Work task:
Transcribe all of the data, leaving nothing out and changing nothing.
** Opening Data block **
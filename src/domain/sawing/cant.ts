import { type Band, type BandPlan, bandWorks } from './band.ts';
import { type Board, section } from './board.ts';
import { acrossLog, mirrored, type Stack } from './layers.ts';
import { boardsOfLayers } from './live.ts';
import { blockedHalfWidth, type Stock } from './pieces.ts';
import { FACE_GRID, type Units, unitsUp } from './units.ts';

export interface CantPlan {
  readonly boards: Board[];
  /** What no cant plan of this log passes, as far as the search went; only meant when `stock.oneLength`. */
  readonly bound: number;
}

interface Node {
  readonly below: readonly [Units, Units];
  readonly above: readonly [Units, Units];
  /** Best contents of the tallest band of the node. */
  readonly inside: number;
  readonly bound: number;
}

/** How hard to look: bands examined before the search stops with what it has and a bound for the rest. */
export const THOROUGH = 700;
export const QUICK = 60;

/**
 * Sawn round a cant: flats below and above a band, turned boards beside a rectangle in it, the rectangle resawn in layers of one
 * orientation. The two flats are searched on a grid of 1/32 in by branch and bound (a band holds no less than a narrower one, the
 * flats beyond it no more), so what is cut off is proven worse; everything inside is placed exactly.
 * @param flats the flat stack of the same stock.
 * @param enough value that is already had: nothing below it is looked for.
 */
export function cantPlan(stock: Stock, flats: Stack, enough = 0, effort = THOROUGH): CantPlan {
  const works = bandWorks(stock);
  const { kerf, reach } = stock;
  const blocked = blockedHalfWidth(stock);
  let best = enough;
  let found: { band: Band; plan: BandPlan } | undefined;
  const beyond = (face: Units): number => flats.above(face + kerf);
  const look = (band: Band): { inside: number; bound: number } => {
    const outside = beyond(band.above) + beyond(band.below);
    const { value, bound, plan } = works.worth(band, best - outside);
    if (outside + value > best + 1e-7 && band.below >= blocked && band.above >= blocked) {
      best = outside + value;
      found = { band, plan };
    }
    return { inside: bound, bound: outside + bound };
  };

  // Likely heights first: a good plan early makes the search short.
  const step = 4 * FACE_GRID;
  const seeds = works.heights.map((height) => {
    let chosen = { below: height / 2, worth: -1 };
    const from = Math.max(blocked, height / 2 - 8 * step);
    for (let below = Math.min(from, height - blocked); below <= height / 2; below += step) {
      const worth = beyond(below) + beyond(height - below);
      if (below >= blocked && worth > chosen.worth) chosen = { below: Math.floor(below), worth };
    }
    return { band: { below: Math.floor(chosen.below), above: height - Math.floor(chosen.below) }, worth: chosen.worth };
  });
  const stride = Math.max(1, Math.ceil(seeds.length / (effort / 3)));
  for (let index = 0; index < seeds.length; index += stride) look((seeds[index] as { band: Band }).band);

  const edge = Math.ceil(reach / FACE_GRID) * FACE_GRID;
  const insideOf = (below: Units, above: Units): number => (below + above > 0 ? look({ below, above }).inside : 0);
  const queue: Node[] = [];
  const add = (below: readonly [Units, Units], above: readonly [Units, Units], inside: number): void => {
    if (above[1] < below[0] || above[1] < blocked || below[1] < blocked) return;
    const bound = beyond(below[0]) + beyond(above[0]) + inside;
    if (bound <= best + 1e-7) return;
    let slot = queue.length;
    while (slot > 0 && (queue[slot - 1] as Node).bound > bound) slot--;
    queue.splice(slot, 0, { below, above, inside, bound });
  };
  add([-edge, edge], [-edge, edge], insideOf(edge, edge));
  let unresolved = 0;
  for (let looks = 0; looks < effort; looks++) {
    const node = queue.pop();
    if (!node || node.bound <= best + 1e-7) break;
    const [belowSize, aboveSize] = [node.below[1] - node.below[0], node.above[1] - node.above[0]];
    if (Math.max(belowSize, aboveSize) <= FACE_GRID) {
      unresolved = Math.max(unresolved, node.bound); // only between two lines of the grid
      continue;
    }
    const splitBelow = belowSize >= aboveSize;
    const [from, to] = splitBelow ? node.below : node.above;
    const middle = Math.round((from + to) / 2 / FACE_GRID) * FACE_GRID;
    if (splitBelow) {
      add([middle, to], node.above, node.inside);
      add([from, middle], node.above, insideOf(middle, node.above[1]));
    } else {
      add(node.below, [middle, to], node.inside);
      add(node.below, [from, middle], insideOf(node.below[1], middle));
    }
  }
  const open = queue.at(-1)?.bound ?? 0;
  const bound = Math.max(best, open, unresolved);
  return { boards: found ? boardsOf(stock, flats, works, found.band, found.plan) : [], bound };
}

/** The boards of a band, and the flats below and above what the band really needs. */
function boardsOf(stock: Stock, flats: Stack, works: ReturnType<typeof bandWorks>, band: Band, plan: BandPlan): Board[] {
  const { kerf } = stock;
  const columnRule = acrossLog(stock, -band.below, band.above);
  const columns = (right: Units, left: Units): Board[] => boardsOfLayers(stock, columnRule, [...works.columnsFrom(band, right), ...mirrored(works.columnsFrom(band, left))], true);
  const inside =
    plan.kind === 'columns'
      ? stock.heart > 0
        ? columns(plan.split, plan.split)
        : columns(kerf - plan.split, plan.split)
      : [...boardsOfLayers(stock, acrossLog(stock, plan.left, plan.right), works.cantLayers(band, plan.left, plan.right)), ...columns(plan.right + kerf, -plan.left + kerf)];
  const top = inside.reduce((most, board) => Math.max(most, unitsUp(section(board).top)), -band.below);
  const bottom = inside.reduce((least, board) => Math.min(least, -unitsUp(-section(board).bottom)), band.above);
  const flat = acrossLog(stock);
  return [
    ...boardsOfLayers(stock, flat, mirrored(flats.layers(-bottom + kerf))),
    ...inside,
    ...boardsOfLayers(stock, flat, flats.layers(top + kerf)),
  ];
}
** Closing Data block **
Solution to the problem:
filename src/domain/sawing/cant.ts
import { type Band, type BandPlan, bandWorks } from './band.ts';
import { type Board, section } from './board.ts';
import { acrossLog, mirrored, type Stack } from './layers.ts';
import { boardsOfLayers } from './live.ts';
import { blockedHalfWidth, type Stock } from './pieces.ts';
import { FACE_GRID, type Units, unitsUp } from './units.ts';

export interface CantPlan {
  readonly boards: Board[];
  /** What no cant plan of this log passes, as far as the search went; only meant when `stock.oneLength`. */
  readonly bound: number;
}

interface Node {
  readonly below: readonly [Units, Units];
  readonly above: readonly [Units, Units];
  /** Best contents of the tallest band of the node. */
  readonly inside: number;
  readonly bound: number;
}

/** How hard to look: bands examined before the search stops with what it has and a bound for the rest. */
export const THOROUGH = 700;
export const QUICK = 60;

/**
 * Sawn round a cant: flats below and above a band, turned boards beside a rectangle in it, the rectangle resawn in layers of one
 * orientation. The two flats are searched on a grid of 1/32 in by branch and bound (a band holds no less than a narrower one, the
 * flats beyond it no more), so what is cut off is proven worse; everything inside is placed exactly.
 * @param flats the flat stack of the same stock.
 * @param enough value that is already had: nothing below it is looked for.
 */
export function cantPlan(stock: Stock, flats: Stack, enough = 0, effort = THOROUGH): CantPlan {
  const works = bandWorks(stock);
  const { kerf, reach } = stock;
  const blocked = blockedHalfWidth(stock);
  let best = enough;
  let found: { band: Band; plan: BandPlan } | undefined;
  const beyond = (face: Units): number => flats.above(face + kerf);
  const look = (band: Band): { inside: number; bound: number } => {
    const outside = beyond(band.above) + beyond(band.below);
    const { value, bound, plan } = works.worth(band, best - outside);
    if (outside + value > best + 1e-7 && band.below >= blocked && band.above >= blocked) {
      best = outside + value;
      found = { band, plan };
    }
    return { inside: bound, bound: outside + bound };
  };

  // Likely heights first: a good plan early makes the search short.
  const step = 4 * FACE_GRID;
  const seeds = works.heights.map((height) => {
    let chosen = { below: height / 2, worth: -1 };
    const from = Math.max(blocked, height / 2 - 8 * step);
    for (let below = Math.min(from, height - blocked); below <= height / 2; below += step) {
      const worth = beyond(below) + beyond(height - below);
      if (below >= blocked && worth > chosen.worth) chosen = { below: Math.floor(below), worth };
    }
    return { band: { below: Math.floor(chosen.below), above: height - Math.floor(chosen.below) }, worth: chosen.worth };
  });
  const stride = Math.max(1, Math.ceil(seeds.length / (effort / 3)));
  for (let index = 0; index < seeds.length; index += stride) look((seeds[index] as { band: Band }).band);

  const edge = Math.ceil(reach / FACE_GRID) * FACE_GRID;
  const insideOf = (below: Units, above: Units): number => (below + above > 0 ? look({ below, above }).inside : 0);
  const queue: Node[] = [];
  const add = (below: readonly [Units, Units], above: readonly [Units, Units], inside: number): void => {
    if (above[1] < below[0] || above[1] < blocked || below[1] < blocked) return;
    const bound = beyond(below[0]) + beyond(above[0]) + inside;
    if (bound <= best + 1e-7) return;
    let slot = queue.length;
    while (slot > 0 && (queue[slot - 1] as Node).bound > bound) slot--;
    queue.splice(slot, 0, { below, above, inside, bound });
  };
  add([-edge, edge], [-edge, edge], insideOf(edge, edge));
  let unresolved = 0;
  for (let looks = 0; looks < effort; looks++) {
    const node = queue.pop();
    if (!node || node.bound <= best + 1e-7) break;
    const [belowSize, aboveSize] = [node.below[1] - node.below[0], node.above[1] - node.above[0]];
    if (Math.max(belowSize, aboveSize) <= FACE_GRID) {
      unresolved = Math.max(unresolved, node.bound); // only between two lines of the grid
      continue;
    }
    const splitBelow = belowSize >= aboveSize;
    const [from, to] = splitBelow ? node.below : node.above;
    const middle = Math.round((from + to) / 2 / FACE_GRID) * FACE_GRID;
    if (splitBelow) {
      add([middle, to], node.above, node.inside);
      add([from, middle], node.above, insideOf(middle, node.above[1]));
    } else {
      add(node.below, [middle, to], node.inside);
      add(node.below, [from, middle], insideOf(node.below[1], middle));
    }
  }
  const open = queue.at(-1)?.bound ?? 0;
  const bound = Math.max(best, open, unresolved);
  return { boards: found ? boardsOf(stock, flats, works, found.band, found.plan) : [], bound };
}

/** The boards of a band, and the flats below and above what the band really needs. */
function boardsOf(stock: Stock, flats: Stack, works: ReturnType<typeof bandWorks>, band: Band, plan: BandPlan): Board[] {
  const { kerf } = stock;
  const columnRule = acrossLog(stock, -band.below, band.above);
  const columns = (right: Units, left: Units): Board[] => boardsOfLayers(stock, columnRule, [...works.columnsFrom(band, right), ...mirrored(works.columnsFrom(band, left))], true);
  const inside =
    plan.kind === 'columns'
      ? stock.heart > 0
        ? columns(plan.split, plan.split)
        : columns(kerf - plan.split, plan.split)
      : [...boardsOfLayers(stock, acrossLog(stock, plan.left, plan.right), works.cantLayers(band, plan.left, plan.right)), ...columns(plan.right + kerf, -plan.left + kerf)];
  const top = inside.reduce((most, board) => Math.max(most, unitsUp(section(board).top)), -band.below);
  const bottom = inside.reduce((least, board) => Math.min(least, -unitsUp(-section(board).bottom)), band.above);
  const flat = acrossLog(stock);
  return [
    ...boardsOfLayers(stock, flat, mirrored(flats.layers(-bottom + kerf))),
    ...inside,
    ...boardsOfLayers(stock, flat, flats.layers(top + kerf)),
  ];
}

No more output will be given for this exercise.